I remember doing this on my 02' gli that had the o2m and having to fill until it wept out of the fill plug. Same procedure I assume?

thanks in advance


----------



## Fendermender (Nov 4, 2011)

i could be wrong but i think newer vws require vagcom to fill tranny fluid.


----------



## thygreyt (Jun 7, 2009)

Fendermender said:


> i could be wrong but i think newer vws require vagcom to fill tranny fluid.


no, wrong.

why would you need vag com?

so far, all vw manual trannies are as simple as: unplug, drain, plug, fill


----------



## mattdl4 (Aug 11, 2002)

I've had to use vagcom to flush autos before because the level is sensitive to the temperature of the fluid.

As for manuals, your answer confirms what i thought, just wanted to make sure there wasn't anything tricky about the 2.5 w/5speed. I heard it's different in the fact that there really is no official fill plug and you have to remove the reverse gear sensor or something to fill. Does that sound right thygreyt?


----------



## Trua (Apr 10, 2007)

You have to lock the selector shaft, remove pin bearing, and drain plug. Fill through the reverse switch. The filler plug is below the actual oil level.


----------



## thygreyt (Jun 7, 2009)

mattdl4 said:


> I've had to use vagcom to flush autos before because the level is sensitive to the temperature of the fluid.
> 
> As for manuals, your answer confirms what i thought, just wanted to make sure there wasn't anything tricky about the 2.5 w/5speed.

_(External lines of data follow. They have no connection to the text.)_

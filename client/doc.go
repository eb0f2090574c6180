// Package client is the Go client of the tautline API and the home of the
// tautline command (client/cmd/tautline): check, sim, replay, fit, report,
// watch and demo.
//
// # The API client
//
// Dial connects to a daemon (plaintext on loopback, TLS with DialSettings
// otherwise); New wraps an existing connection. The Client's methods are
// the CellControl calls with Go types: LoadCue, ListCues, ArmCue, Start,
// Stop, ResetFault, Status, WatchStatus (a StatusWatch) and Drive (the
// controller stream: Tick sends one observation and waits for its
// command). Every failed call returns a *StatusError that unwraps to one
// of the Err* values of its gRPC code, so callers write
//
//	if errors.Is(err, client.ErrFailedPrecondition) { … }
//
// and show err.Error(), which carries the daemon's message saying what to
// fix. Canceled and timed-out calls also match context.Canceled and
// context.DeadlineExceeded.
//
// # The simulated cell
//
// RunSimCell plays a cue on a simulated plant (sim.Plant with a mismatch
// profile) against a daemon: it loads and arms the cue, sends standby ticks
// until the daemon accepts Start, then one observation per tick (encoder
// joints now, tracker markers as late, noisy and occluded as the profile
// says), applying the daemon's commands or, open-loop, the nominal cue. Its
// SimResult has the figure error against the reference (the cue simulated
// on the cell's nominal model from rest, mpc.SimulateNominal, the same
// reference the daemon tracks when no reference file is given), the
// round-trip latency, and a LimitChecker's count of limit violations.
//
// # Independent limit check
//
// LimitChecker checks joint targets against a cell's limits with plain
// arithmetic on consecutive targets (position; velocity (q−q₋₁)/h;
// acceleration (q−2q₋₁+q₋₂)/h²), sharing no code with the daemon's guard,
// so a guard bug shows as a counted violation rather than being checked by
// itself.
//
// # Captures
//
// ReadCaptureRun reads a capture (of the daemon or of RunSimCell) with its
// embedded cell and cue and pairs observations with commands; Replay feeds
// a capture's observations to a daemon and compares the commands.
//
// client imports proto, and sim and mpc for the simulated cell and
// reports. Its time, sockets and goroutines are its own; sim and mpc stay
// pure.
package client
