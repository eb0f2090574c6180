package client

import (
	"math"
	"slices"
)

// Spread summarises a sample: median, 99th percentile, largest, mean.
type Spread struct {
	N    int     `json:"n"`
	P50  float64 `json:"p50"`
	P99  float64 `json:"p99"`
	Max  float64 `json:"max"`
	Mean float64 `json:"mean"`
}

// SpreadOf summarises xs scaled by scale (for example 1e3 for s to ms).
// Percentiles are nearest-rank (the smallest value with at least p% of
// the sample at or below it), so they are always observed values. An
// empty sample gives zeros.
func SpreadOf(xs []float64, scale float64) Spread {
	if len(xs) == 0 {
		return Spread{}
	}
	s := slices.Clone(xs)
	slices.Sort(s)
	var sum float64
	for _, x := range s {
		sum += x
	}
	return Spread{
		N:    len(s),
		P50:  scale * nearestRank(s, 50),
		P99:  scale * nearestRank(s, 99),
		Max:  scale * s[len(s)-1],
		Mean: scale * sum / float64(len(s)),
	}
}

func nearestRank(sorted []float64, p float64) float64 {
	k := int(math.Ceil(p/100*float64(len(sorted)))) - 1
	k = max(0, min(k, len(sorted)-1))
	return sorted[k]
}
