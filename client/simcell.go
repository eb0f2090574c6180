package client

import (
	"context"
	"errors"
	"fmt"
	"math"
	"time"

	"tautline/mpc"
	"tautline/proto/capture"
	pb "tautline/proto/tautline/v1"
	"tautline/sim"
)

// SimSettings configures a simulated cell run (RunSimCell). Cell, Cue and
// CueCSV are required; the zero value of every other field means its
// documented default.
type SimSettings struct {
	Cell *sim.Cell
	// Cue is the cue as parsed from CueCSV (for the open-loop playback and
	// the reference); CueCSV is sent to the daemon under CueName.
	Cue         *mpc.Cue
	CueCSV      []byte
	CueName     string // "" means "sim"
	CueFileName string // quoted in messages and the capture; "" means CueName+".csv"

	// Profile is the mismatch applied to the plant; nil means a perfect
	// model and tracker. Its pushes happen at plant time, which is cue
	// time when the daemon accepts Start after StandbyTicks (and later by
	// the extra standby time otherwise).
	Profile *sim.MismatchProfile

	// OpenLoop plays the nominal cue on the plant and ignores the
	// daemon's corrections (today's practice, the baseline). The daemon
	// still gets every observation, so latency and the capture are
	// comparable with a closed-loop run.
	OpenLoop bool

	// Fast runs as fast as the daemon answers instead of one tick per
	// tick period.
	Fast bool

	// DurationS shortens the run to this much of the cue; 0 means the
	// whole cue.
	DurationS float64

	// StandbyTicks are sent in standby before the first Start, so the
	// daemon sees the arms at rest at the cue's first pose. 0 means 3.
	// While the daemon refuses Start (its arms not yet at rest at the
	// first pose) the cell stays in standby, applying its commands, for
	// at most MaxStandbyS (0 means 10 s).
	StandbyTicks int
	MaxStandbyS  float64

	// CapturePath, if not empty, records what the simulated cell sent and
	// received (proto/capture); the file must not exist.
	CapturePath string

	// Progress, if not nil, is called after every tick.
	Progress func(p SimProgress)
}

// SimProgress is the state of a run after one tick.
type SimProgress struct {
	Tick       uint64
	CueTimeS   float64 // cue time the plant has reached
	EndS       float64 // cue time the run ends at
	State      pb.SessionState
	ErrorM     float64 // this tick's figure error (see SimResult)
	Violations int
}

// SimResult summarises a run. The figure error of a tick is the root mean
// square, over the cell's markers, of the distance between the plant's
// true marker node and the reference (the cue simulated on the cell's
// nominal model from the settled rest pose, mpc.SimulateNominal: what the
// daemon tracks when no reference file is given), in the world frame, m.
type SimResult struct {
	OpenLoop bool
	// Ticks counts the live ticks (cue start to end); ErrorM, TimeS hold
	// their figure error and the cue time it was measured at.
	Ticks  int
	TimeS  []float64
	ErrorM []float64
	// RMSErrorM is the root mean square of ErrorM; MaxErrorM its largest.
	RMSErrorM, MaxErrorM float64

	// Checker holds the independent limit check of every command the
	// daemon sent (in both modes).
	Checker *LimitChecker

	// RoundTripS is each live tick's time from sending the observation to
	// receiving its command, on this process's clock, s. SolveUs is the
	// daemon's own solve time for the tick, µs.
	RoundTripS []float64
	SolveUs    []uint32

	// BoundedTicks counts ticks whose command says the guard acted;
	// ErrorTicks those that carried a TickError (rejected or fallback).
	BoundedTicks, ErrorTicks int
	// States counts commands by the session state they report.
	States map[pb.SessionState]int
	// CapturePath is where the run was recorded ("" if not).
	CapturePath string
}

// RunSimCell runs a simulated cell against the daemon behind c: it loads
// and arms the cue, streams the plant's observations at the tick rate (or
// as fast as possible), applies the commands (or the nominal cue when
// open-loop), checks every command against the cell's limits with a
// LimitChecker, and measures the figure error against the reference.
func RunSimCell(ctx context.Context, c *Client, s SimSettings) (res *SimResult, err error) {
	if s.Cell == nil || s.Cue == nil || len(s.CueCSV) == 0 {
		return nil, errors.New("RunSimCell: Cell, Cue and CueCSV are required")
	}
	cell, cue := s.Cell, s.Cue
	if s.CueName == "" {
		s.CueName = "sim"
	}
	if s.CueFileName == "" {
		s.CueFileName = s.CueName + ".csv"
	}
	if s.StandbyTicks <= 0 {
		s.StandbyTicks = 3
	}
	if s.MaxStandbyS <= 0 {
		s.MaxStandbyS = 10
	}
	tick := cell.TickS
	startS, endS := cue.StartS(), cue.EndS()
	if s.DurationS > 0 && startS+s.DurationS < endS {
		endS = startS + s.DurationS
	}
	ref, err := mpc.SimulateNominal(cell, cue, cue.StartS(), cue.EndS(), mpc.NominalSettings{})
	if err != nil {
		return nil, fmt.Errorf("reference: %w", err)
	}
	plant, err := sim.NewPlant(cell, s.Profile)
	if err != nil {
		return nil, fmt.Errorf("simulated cell: %w", err)
	}
	nq := cell.NumJoints()
	q0 := make([]float64, nq)
	cue.PositionTo(q0, startS)
	t0 := startS - float64(s.StandbyTicks)*tick
	if err := plant.Settle(q0, t0); err != nil {
		return nil, fmt.Errorf("simulated cell: %w", err)
	}

	if _, err := c.LoadCue(ctx, CueFile{CellName: cell.Name, CueName: s.CueName, CSV: s.CueCSV, FileName: s.CueFileName}); err != nil {
		return nil, err
	}
	if _, err := c.ArmCue(ctx, cell.Name, s.CueName); err != nil {
		return nil, err
	}
	res = &SimResult{OpenLoop: s.OpenLoop, Checker: NewLimitChecker(cell.JointLimits(), tick), States: map[pb.SessionState]int{}}
	res.Checker.Seed(q0)

	var rec *simRecorder
	if s.CapturePath != "" {
		if rec, err = newSimRecorder(s, cell); err != nil {
			return nil, err
		}
		res.CapturePath = s.CapturePath
		defer func() {
			reason := "cue ended"
			if err != nil {
				reason = "error: " + err.Error()
			}
			if cerr := rec.close(reason, res.Checker.Ticks()); cerr != nil && err == nil {
				err = cerr
			}
		}()
	}

	dctx, cancel := context.WithCancel(ctx)
	defer cancel()
	drive, err := c.Drive(dctx)
	if err != nil {
		return nil, err
	}

	po := sim.NewPlantObservation(cell)
	target := make([]float64, nq)
	refM := make([]float64, 3*len(cell.Markers))
	wall0 := time.Now()
	var sumSq float64
	var lastState pb.SessionState
	live := false
	originS := t0 + float64(s.StandbyTicks)*tick // plant time of the cue's start
	for k := 0; ; k++ {
		if !live && k >= s.StandbyTicks {
			_, err := c.Start(ctx, cell.Name)
			switch {
			case err == nil:
				live = true
				originS = plant.TimeS()
				rec.event(pb.EventKind_EVENT_KIND_OPERATOR, uint64(k), plant.TimeS(), "start")
			case errors.Is(err, ErrFailedPrecondition) && float64(k)*tick < s.MaxStandbyS:
				// Not at rest at the first pose yet: another standby tick.
			default:
				return res, fmt.Errorf("after %d standby ticks: %w", k, err)
			}
		}
		if !s.Fast {
			if d := time.Until(wall0.Add(time.Duration(float64(k) * tick * float64(time.Second)))); d > 0 {
				time.Sleep(d)
			}
		}
		if err := ctx.Err(); err != nil {
			return res, err
		}
		t := plant.TimeS()
		plant.Observe(po)
		obs := &pb.Observation{
			TickSeq:                uint64(k + 1),
			CueTimeS:               t,
			CaptureTimeS:           po.CaptureTimeS,
			MeasuredJointPositions: append([]float64(nil), plant.Joints()...),
		}
		if k == 0 {
			obs.CellName = cell.Name
		}
		for m, mk := range cell.Markers {
			if po.Visible[m] {
				obs.Markers = append(obs.Markers, &pb.MarkerSighting{MarkerId: mk.ID, XM: po.MarkersM[3*m], YM: po.MarkersM[3*m+1], ZM: po.MarkersM[3*m+2]})
			}
		}
		rec.observation(obs)
		sent := time.Now()
		cmd, err := drive.Tick(obs)
		rtt := time.Since(sent)
		if err != nil {
			return res, fmt.Errorf("tick %d at cue time %.3f s: %w", k+1, t, err)
		}
		rec.command(cmd)
		next := cmd.GetNext().GetPositions()
		if len(next) != nq {
			return res, fmt.Errorf("tick %d: the daemon sent %d joint targets; cell %q has %d joints", k+1, len(next), cell.Name, nq)
		}
		res.Checker.Check(cmd.GetTickSeq(), next)
		res.States[cmd.GetState()]++
		lastState = cmd.GetState()
		if s.OpenLoop && live {
			cue.PositionTo(target, t+tick-originS+startS)
		} else {
			copy(target, next)
		}
		if err := plant.Advance(target); err != nil {
			return res, err
		}
		var e float64
		if live {
			tNow := plant.TimeS() - originS + startS
			ref.MarkersTo(refM, tNow)
			x := plant.Nodes()
			for m, mk := range cell.Markers {
				for a := 0; a < 3; a++ {
					d := x[3*mk.Node+a] - refM[3*m+a]
					e += d * d
				}
			}
			e = math.Sqrt(e / float64(len(cell.Markers)))
			sumSq += e * e
			res.Ticks++
			res.TimeS = append(res.TimeS, tNow)
			res.ErrorM = append(res.ErrorM, e)
			res.MaxErrorM = math.Max(res.MaxErrorM, e)
			res.RoundTripS = append(res.RoundTripS, rtt.Seconds())
			res.SolveUs = append(res.SolveUs, cmd.GetSolveTimeUs())
			if len(cmd.GetBoundsActed()) > 0 {
				res.BoundedTicks++
			}
			if cmd.GetError() != nil {
				res.ErrorTicks++
			}
		}
		if s.Progress != nil {
			s.Progress(SimProgress{Tick: uint64(k + 1), CueTimeS: plant.TimeS() - originS + startS, EndS: endS, State: cmd.GetState(), ErrorM: e, Violations: res.Checker.Violations()})
		}
		if live && plant.TimeS()-originS+startS >= endS-1e-9 {
			break
		}
	}
	if res.Ticks > 0 {
		res.RMSErrorM = math.Sqrt(sumSq / float64(res.Ticks))
	}
	// A run cut short (or ended on the cue's last tick) leaves the session
	// playing; stop it so the cell can be armed again.
	if st := lastState; st == pb.SessionState_SESSION_STATE_LIVE || st == pb.SessionState_SESSION_STATE_COAST {
		if _, err := c.Stop(ctx, cell.Name, "simulated run ended"); err != nil {
			return res, err
		}
		rec.event(pb.EventKind_EVENT_KIND_OPERATOR, res.Checker.Ticks(), plant.TimeS(), "stop")
	}
	// End the stream cleanly and wait for the daemon to let go of the
	// cell, so that a following run's stream is not refused as a second
	// controller.
	if err := drive.CloseSend(); err != nil {
		return res, err
	}
	return res, nil
}

// simRecorder writes the simulated cell's side of a session. A nil
// *simRecorder records nothing.
type simRecorder struct {
	w     *capture.Writer
	start time.Time
	err   error
}

// SimRecorderName is SessionStart.recorder in captures written by the
// simulated cell.
const SimRecorderName = "tautline sim 0.1.0"

func newSimRecorder(s SimSettings, cell *sim.Cell) (*simRecorder, error) {
	w, err := capture.Create(s.CapturePath, capture.Settings{})
	if err != nil {
		return nil, err
	}
	now := time.Now()
	recorder := SimRecorderName + " closed-loop"
	if s.OpenLoop {
		recorder = SimRecorderName + " open-loop"
	}
	start := &pb.SessionStart{
		SessionId:   fmt.Sprintf("sim-%d", now.UnixNano()),
		CellName:    cell.Name,
		CueName:     s.CueName,
		StartUnixNs: now.UnixNano(),
		JointNames:  append([]string(nil), cell.JointNames()...),
		TickPeriodS: cell.TickS,
		Recorder:    recorder,
	}
	start.Files = EmbedCellFiles(cell)
	start.Files = append(start.Files, Embed(pb.EmbeddedFileRole_EMBEDDED_FILE_ROLE_CUE, s.CueFileName, s.CueCSV))
	r := &simRecorder{w: w, start: now}
	r.write(&pb.Record{Kind: &pb.Record_SessionStart{SessionStart: start}})
	if r.err != nil {
		w.Close()
		return nil, r.err
	}
	return r, nil
}

func (r *simRecorder) write(rec *pb.Record) {
	if r == nil || r.err != nil {
		return
	}
	rec.SinceStartNs = int64(time.Since(r.start))
	r.err = r.w.Write(rec)
}

func (r *simRecorder) observation(o *pb.Observation) {
	r.write(&pb.Record{Kind: &pb.Record_Observation{Observation: o}})
}

func (r *simRecorder) command(c *pb.Command) {
	r.write(&pb.Record{Kind: &pb.Record_Command{Command: c}})
}

func (r *simRecorder) event(kind pb.EventKind, seq uint64, cueTimeS float64, reason string) {
	r.write(&pb.Record{Kind: &pb.Record_Event{Event: &pb.Event{Kind: kind, TickSeq: seq, CueTimeS: cueTimeS, Reason: reason}}})
}

func (r *simRecorder) close(reason string, ticks uint64) error {
	if r == nil {
		return nil
	}
	r.write(&pb.Record{Kind: &pb.Record_SessionEnd{SessionEnd: &pb.SessionEnd{EndUnixNs: time.Now().UnixNano(), Reason: reason, Ticks: ticks}}})
	cerr := r.w.Close()
	if r.err != nil {
		return fmt.Errorf("capture %s: %w", r.w.Files()[0], r.err)
	}
	return cerr
}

I heard it's different in the fact that there really is no official fill plug and you have to remove the reverse gear sensor or something to fill. Does that sound right thygreyt?


lol, i dont know much about the 5spd... as i have a 6spd, and it does have a fill and a drain plug


----------



## mattdl4 (Aug 11, 2002)

Trua said:


> You have to lock the selector shaft, remove pin bearing, and drain plug. Fill through the reverse switch. The filler plug is below the actual oil level.


Trua, is there a DIY documented for this procedure? I assume the mk5 2.5 5 speed transmissions are similar? I might try to find a cheap haynes manual as they don't have the bentley out yet for mk6.


----------



## mattdl4 (Aug 11, 2002)

Just found this:
http://www.myturbodiesel.com/images/pdf/a5translevel.pdf


----------



## Trua (Apr 10, 2007)

http://www.myturbodiesel.com/images/pdf/a5translevel.pdf


----------